Human prostatic steroid 5alpha-reductase isoforms - A comparative study of selective inhibitors
Iehle C.; Delos S.; Guirou O.; Tate R.; Raynaud J.-P.; Martin P.-M. Lab de Cancerologie Experimentale, Faculte de Medecine, Secteur Nord, Bd Pierre Dramard, 13916 Marseille Cedex 20 France

Journal of Steroid Biochemistry and Molecular Biology (United Kingdom), 1995, 54/5-6 (273-279)

The present study describes the independent expression of the type 1 and 2 isoforms of human 5alpha-reductase in the baculovirus-directed insect cell expression system and the selectivity of their inhibition.
The catalytic properties and kinetic parameters of the recombinant isozymes were consistent with published data. The type 1 isoform displayed a neutral (range 6-8) pH optimum and the type 2 isoform an acidic (5-6) pH optimum.
The type 2 isoform had higher affinity for testosterone than did the type 1 isoform (K(m) = 0.5 and 2.9 microM, respectively).
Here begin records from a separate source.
//! A cubic polynomial written about a point.

use super::roots::{Roots, between, quadratic};
use core::ops::{Add, AddAssign, Mul, Sub};

/// `c0 + c1 t + c2 t^2 + c3 t^3`, with `t` counted from the point about which it is written.
#[derive(Clone, Copy, Debug, Default, PartialEq)]
pub struct Cubic(pub [f64; 4]);

impl Cubic {
    /// Zero everywhere.
    pub const ZERO: Self = Self([0.0; 4]);

    /// The same value everywhere.
    #[must_use]
    pub const fn constant(value: f64) -> Self {
        Self([value, 0.0, 0.0, 0.0])
    }

    /// A straight line.
    #[must_use]
    pub const fn line(value: f64, slope: f64) -> Self {
        Self([value, slope, 0.0, 0.0])
    }

    /// Whether it is a straight line.
    #[must_use]
    pub fn is_straight(&self) -> bool {
        self.0[2] == 0.0 && self.0[3] == 0.0
    }

    /// Value at `t`.
    #[must_use]
    pub fn at(&self, t: f64) -> f64 {
        let [c0, c1, c2, c3] = self.0;
        c0 + t * (c1 + t * (c2 + t * c3))
    }

    /// Slope at `t`.
    #[must_use]
    pub fn slope_at(&self, t: f64) -> f64 {
        let [_, c1, c2, c3] = self.0;
        c1 + t * (2.0 * c2 + t * 3.0 * c3)
    }

    /// The same polynomial written about the point `t`.
    #[must_use]
    pub fn about(&self, t: f64) -> Self {
        let [_, _, c2, c3] = self.0;
        Self([self.at(t), self.slope_at(t), c2 + 3.0 * c3 * t, c3])
    }

    /// The polynomial run through backwards: `t` becomes `-t`.
    #[must_use]
    pub fn mirrored(&self) -> Self {
        let [c0, c1, c2, c3] = self.0;
        Self([c0, -c1, c2, -c3])
    }

    /// Exact integral from 0 to `t`.
    #[must_use]
    pub fn integral(&self, t: f64) -> f64 {
        let [c0, c1, c2, c3] = self.0;
        t * (c0 + t * (c1 / 2.0 + t * (c2 / 3.0 + t * c3 / 4.0)))
    }

    /// Coefficients in Bernstein's form on `0..h`: the values in between lie between the least and the
    /// largest of them.
    #[must_use]
    pub fn bernstein(&self, h: f64) -> [f64; 4] {
        let [c0, c1, c2, _] = self.0;
        let (d1, d2) = (c1 * h / 3.0, c2 * h * h / 3.0);
        [c0, c0 + d1, c0 + 2.0 * d1 + d2, self.at(h)]
    }

    /// Bounds of the values on `0..=h`: exact for a straight line, safe for others.
    #[must_use]
    pub fn bounds(&self, h: f64) -> (f64, f64) {
        let [a, b, c, d] = self.bernstein(h);
        (a.min(b).min(c.min(d)), a.max(b).max(c.max(d)))
    }

    /// Where the slope vanishes strictly between 0 and `h`, ascending.
    #[must_use]
    pub fn stationary(&self, h: f64) -> Roots {
        let mut inside = Roots::default();
        if self.is_straight() || h <= 0.0 {
            return inside;
        }
        // In parts of h, so that all terms have the unit of the value and none is lost by its scale.
        let [_, c1, c2, c3] = self.0;
        for &s in quadratic(c1 * h, 2.0 * c2 * h * h, 3.0 * c3 * h * h * h).iter() {
            if s > 0.0 && s < 1.0 {
                inside.push(s * h);
            }
        }
        inside
    }

    /// Where the value changes its sign strictly between 0 and `h`, ascending. A root at which it only
    /// touches zero is no change of sign.
    #[must_use]
    pub fn sign_changes(&self, h: f64) -> Roots {
        let mut found = Roots::default();
        if h <= 0.0 {
            return found;
        }
        let turns = self.stationary(h);
        let (mut from, mut before, mut zero) = (0.0, self.0[0], None);
        for to in turns.iter().copied().chain(core::iter::once(h)) {
            let after = self.at(to);
            if after == 0.0 {
                // A turning point exactly at zero: whether the sign changes there shows beyond it.
                zero = Some(to);
            } else {
                if before * after < 0.0 {
                    let rising = after > 0.0;
                    found.push(
                        zero.unwrap_or_else(|| between(from, to, rising, |t| (self.at(t), self.slope_at(t)))),
                    );
                }
                before = after;
                zero = None;
            }
            from = to;
        }
        found
    }
}

impl Add for Cubic {
    type Output = Self;
    fn add(self, o: Self) -> Self {
        Self([self.0[0] + o.0[0], self.0[1] + o.0[1], self.0[2] + o.0[2], self.0[3] + o.0[3]])
    }
}
impl AddAssign for Cubic {
    fn add_assign(&mut self, o: Self) {
        *self = *self + o;
    }
}
impl Sub for Cubic {
    type Output = Self;
    fn sub(self, o: Self) -> Self {
        Self([self.0[0] - o.0[0], self.0[1] - o.0[1], self.0[2] - o.0[2], self.0[3] - o.0[3]])
    }
}
impl Mul<f64> for Cubic {
    type Output = Self;
    fn mul(self, k: f64) -> Self {
        Self([self.0[0] * k, self.0[1] * k, self.0[2] * k, self.0[3] * k])
    }
}

#[cfg(test)]
mod tests {
    use super::*;

    /// (t - 1)(t - 2)(t - 4)
    const THREE: Cubic = Cubic([-8.0, 14.0, -7.0, 1.0]);

    #[test]
    fn about_another_point_it_is_the_same_function() {
        let moved = THREE.about(1.5);
        for t in [-2.0, 0.0, 0.3, 5.0] {
            assert!((moved.at(t) - THREE.at(1.5 + t)).abs() < 1e-12);
            assert!((moved.slope_at(t) - THREE.slope_at(1.5 + t)).abs() < 1e-12);
            assert_eq!(THREE.mirrored().at(-t), THREE.at(t));
        }
    }

    #[test]
    fn bounds_hold_the_values() {
        let (low, high) = THREE.bounds(5.0);
        for i in 0..=100 {
            let value = THREE.at(f64::from(i) / 20.0);
            assert!(low <= value && value <= high);
        }
        assert_eq!(Cubic::line(1.0, 2.0).bounds(3.0), (1.0, 7.0));
    }

    #[test]
    fn sign_changes_are_the_roots_inside() {
        let roots = THREE.sign_changes(5.0);
        assert_eq!(roots.len(), 3);
        for (root, want) in roots.iter().zip([1.0, 2.0, 4.0]) {
            assert!((root - want).abs() < 1e-14, "{root}");
        }
        assert_eq!(THREE.sign_changes(1.5).len(), 1);
        assert!(THREE.sign_changes(0.9).is_empty());
    }

    #[test]
    fn touching_zero_changes_no_sign_and_an_inflection_does() {
        // (t - 1)^2
        assert!(Cubic([1.0, -2.0, 1.0, 0.0]).sign_changes(3.0).is_empty());
        // (t - 1)^3
        assert_eq!(&*Cubic([-1.0, 3.0, -3.0, 1.0]).sign_changes(3.0), &[1.0]);
        // t (t - 2): zero at the start counts as inside neither.
        assert_eq!(&*Cubic([0.0, -2.0, 1.0, 0.0]).sign_changes(3.0), &[2.0]);
    }

    #[test]
    fn integral_of_a_cubic() {
        // Simpson's rule is exact for cubics.
        let simpson = 5.0 / 6.0 * (THREE.at(0.0) + 4.0 * THREE.at(2.5) + THREE.at(5.0));
        assert!((THREE.integral(5.0) - simpson).abs() < 1e-12);
    }
}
Finasteride and turosteride were selective inhibitors of the type 2 isoform (K(i) (type 2) = 7.3 and 21.7 nM compared to K(i) (type 1) = 108 and 330 nM, respectively). 4-MA and the lipido-sterol extract of Serenoa repens (LSESr) markedly inhibited both isozymes (K(i) (type 1) = 8.4 nM and 7.2 microg/ml, respectively; K(i) (type 2) = 7.4 nM and 4.9 microg/ml, respectively).

The three azasteroids were competitive inhibitors vs substrate, whereas LSESr displayed non-competitive inhibition of the type 1 isozyme and uncompetitive inhibition of the type 2 isozyme.

These observations suggest that the lipid component of LSESr might be responsible for its inhibitory effect by modulating the membrane environment of 5alpha-reductase.
Partially purified recombinant 5alpha-reductase type 1 activity was preserved by the presence of lipids indicating that lipids can exert either stimulatory or inhibitory effects on human 5alpha-reductase.